Saved data entries:
______
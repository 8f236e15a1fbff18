// The "who changed what" section of a record's page, shown to those who may read the audit log.
import { useActivity } from '../api/activity.ts';
import { useLocaleSettings } from '../api/me.ts';
import { useCan } from '../api/use-can.ts';
import { ActivityList } from './activity-list.tsx';
import { Empty, Loading } from './states.tsx';

export function ActivitySection({ entityId, title }: { entityId: string; title: string }) {
  const canAudit = useCan('audit:read');
  const activity = useActivity({ entityId }, canAudit);
  const locale = useLocaleSettings();
  if (!canAudit) return null;
  const headingId = `activity-${entityId}`;
  return (
    <section className="card lg:col-span-3" aria-labelledby={headingId}>
      <h2 id={headingId} className="mb-3 text-lg font-bold">
        {title}
      </h2>
      {activity.isLoading ? (
        <Loading />
      ) : activity.data?.items.length ? (
        <ActivityList items={activity.data.items} locale={locale} />
      ) : (
        <Empty title="No changes recorded yet." />
      )}
    </section>
  );
}
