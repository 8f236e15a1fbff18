/**
 * Picks a catalogue part and a quantity for a job: search the catalogue by part number or description, see how
 * many the van holds, type how many were fitted, add. It records nothing itself: `onAdd` does (the stop screen
 * queues it for when the phone has signal; an office screen posts it straight away).
 *
 * Props:
 * - `locationId` — the stock the parts come from (the technician's van): its quantity shows beside each part, and
 *   asking for more than it holds is stopped here with the same words as the API ("only 3 on the van"). Null: no
 *   quantities shown, nothing stopped (the API still refuses).
 * - `suggestions` — catalogue parts to offer before any search, e.g. those fitting the board's parts list
 *   (GET /api/boards/:boardId/catalogue-fits); `note` is shown under the part (a designator: "fits F1").
 * - `onAdd({ cataloguePartId, quantity, part })` — called with a checked quantity; may return a promise (the picker
 *   clears when it resolves, and shows the error's message when it rejects).
 * - `error` — a message to show under the picker (the last failed add, from the caller's own mutation).
 * - `disabled` — e.g. while the job is closed.
 */
import { useId, useState } from 'react';
import { Plus, Search } from 'lucide-react';
import type { CataloguePart } from '@bumperline/contracts/parts-catalogue';
import type { StockUnit } from '@bumperline/contracts/stock-vocabulary';
import { useParts } from '../api/parts-catalogue.ts';
import { ApiError } from '../lib/api-client.ts';
import { asSentence } from '../lib/format.ts';
import { formatQuantity, readQuantity } from '../lib/quantity-entry.ts';
import { inputClass } from './field.tsx';

export interface PickedPart {
  cataloguePartId: string;
  partNumber: string;
  description: string;
  unit: StockUnit;
  /** Held at the picker's stock (null: unknown). */
  quantity: number | null;
  note?: string;
}

export interface PartsUsedPickerProps {
  locationId: string | null;
  suggestions?: readonly PickedPart[];
  onAdd: (pick: { cataloguePartId: string; quantity: number; part: PickedPart }) => void | Promise<unknown>;
  error?: string | null;
  disabled?: boolean;
  /** The heading of the picker ("Add a part used"). */
  label?: string;
}

const fromCatalogue = (p: CataloguePart): PickedPart => ({
  cataloguePartId: p.id,
  partNumber: p.partNumber,
  description: p.description,
  unit: p.unit,
  quantity: p.quantityAt,
});

export function PartsUsedPicker({ locationId, suggestions = [], onAdd, error, disabled, label = 'Add a part used' }: PartsUsedPickerProps) {
  const searchId = useId();
  const quantityId = useId();
  const [q, setQ] = useState('');
  const [picked, setPicked] = useState<PickedPart | null>(null);
  const [quantityText, setQuantityText] = useState('1');
  const [failure, setFailure] = useState<string | null>(null);
  const [busy, setBusy] = useState(false);
  const search = q.trim();
  const found = useParts({ q: search, limit: 8, ...(locationId ? { locationId } : {}) }, search.length > 0);
  const offered: PickedPart[] = search ? (found.data?.items ?? []).map(fromCatalogue) : [...suggestions];

  const quantity = picked ? readQuantity(quantityText, picked.unit) : null;
  const tooMany =
    picked && quantity?.ok && locationId && picked.quantity !== null && quantity.value > picked.quantity
      ? `only ${formatQuantity(picked.quantity, picked.unit)} on the van`
      : null;
  const problem = quantity && !quantity.ok ? quantity.message : tooMany;

  async function add() {
    if (!picked || !quantity?.ok || tooMany) return;
    setBusy(true);
    setFailure(null);
    try {
      await onAdd({ cataloguePartId: picked.cataloguePartId, quantity: quantity.value, part: picked });
      setPicked(null);
      setQuantityText('1');
      setQ('');
    } catch (err) {
      const fields = err instanceof ApiError ? err.fieldErrors() : {};
      setFailure(fields.quantity ? asSentence(fields.quantity) : err instanceof Error ? err.message : 'Could not add the part.');
    } finally {
      setBusy(false);
    }
  }

  return (
    <section className="grid gap-3 rounded-md border border-dashed border-ink-muted p-3" aria-label={label}>
      <h3 className="font-bold">{label}</h3>
      <div className="grid gap-1">
        <label htmlFor={searchId} className="font-semibold">
          Find a part
        </label>
        <div className="relative">
          <Search aria-hidden className="pointer-events-none absolute top-1/2 left-3 size-5 -translate-y-1/2 text-ink-muted" />
          <input
            id={searchId}
            type="search"
            className={`${inputClass} min-h-12 pl-10`}
            placeholder="Part number or description, e.g. fuse"
            value={q}
            disabled={disabled}
            onChange={(e) => setQ(e.target.value)}
          />
        </div>
      </div>
      {search && found.isLoading && (
        <p role="status" className="text-ink-muted">
          Searching…
        </p>
      )}
      {search && found.error && (
        <p role="alert" className="font-semibold text-down">
          Could not search the catalogue.
        </p>
      )}
      {offered.length === 0 && search && !found.isLoading && !found.error && <p className="text-ink-soft">No part matches “{search}”.</p>}
      {offered.length > 0 && (
        <ul className="grid gap-2" aria-label={search ? 'Matching parts' : 'Parts that fit'}>
          {offered.map((p) => {
            const selected = picked?.cataloguePartId === p.cataloguePartId;
            return (
              <li key={`${p.cataloguePartId}-${p.note ?? ''}`}>
                <button
                  type="button"
                  aria-pressed={selected}
                  disabled={disabled}
                  onClick={() => setPicked(selected ? null : p)}
                  className={`flex min-h-12 w-full items-center justify-between gap-3 rounded-md border px-3 py-2 text-left ${
                    selected ? 'border-ink bg-paper-dim ring-2 ring-ink' : 'border-paper-line bg-white'
                  }`}
                >
                  <span className="grid">
                    <span className="font-semibold">{p.partNumber}</span>
                    <span className="text-sm text-ink-soft">
                      {p.description}
                      {p.note ? ` · ${p.note}` : ''}
                    </span>
                  </span>
                  {p.quantity !== null && (
                    <span className="tabular text-sm font-semibold whitespace-nowrap">{formatQuantity(p.quantity, p.unit)} on the van</span>
                  )}
                </button>
              </li>
            );
          })}
        </ul>
      )}
      {picked && (
        <div className="flex flex-wrap items-end gap-2">
          <div className="grid gap-1">
            <label htmlFor={quantityId} className="font-semibold">
              How many {picked.unit === 'each' ? '' : `(${picked.unit})`}
            </label>
            <input
              id={quantityId}
              inputMode="decimal"
              className={`${inputClass} min-h-12 w-32`}
              value={quantityText}
              aria-invalid={!!problem}
              aria-describedby={problem ? `${quantityId}-problem` : undefined}
              onChange={(e) => setQuantityText(e.target.value)}
            />
          </div>
          <button type="button" className="btn-primary min-h-12" disabled={disabled || busy || !!problem} onClick={() => void add()}>
            <Plus aria-hidden className="size-5" /> Add {picked.partNumber}
          </button>
          {problem && (
            <p id={`${quantityId}-problem`} className="w-full text-sm font-semibold text-down">
              {asSentence(problem)}
            </p>
          )}
        </div>
      )}
      {(failure ?? error) && (
        <p role="alert" className="text-sm font-semibold text-down">
          {failure ?? error}
        </p>
      )}
    </section>
  );
}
______
§ Exercise details:
The lines above, starting at the one with "quantity.value, part: picked" and ending at the one with "const fields = err", are the only ones to return, exactly as written.

§ Completed exercise:
      await onAdd({ cataloguePartId: picked.cataloguePartId, quantity: quantity.value, part: picked });
      setPicked(null);
      setQuantityText('1');
      setQ('');
    } catch (err) {
      const fields = err instanceof ApiError ? err.fieldErrors() : {};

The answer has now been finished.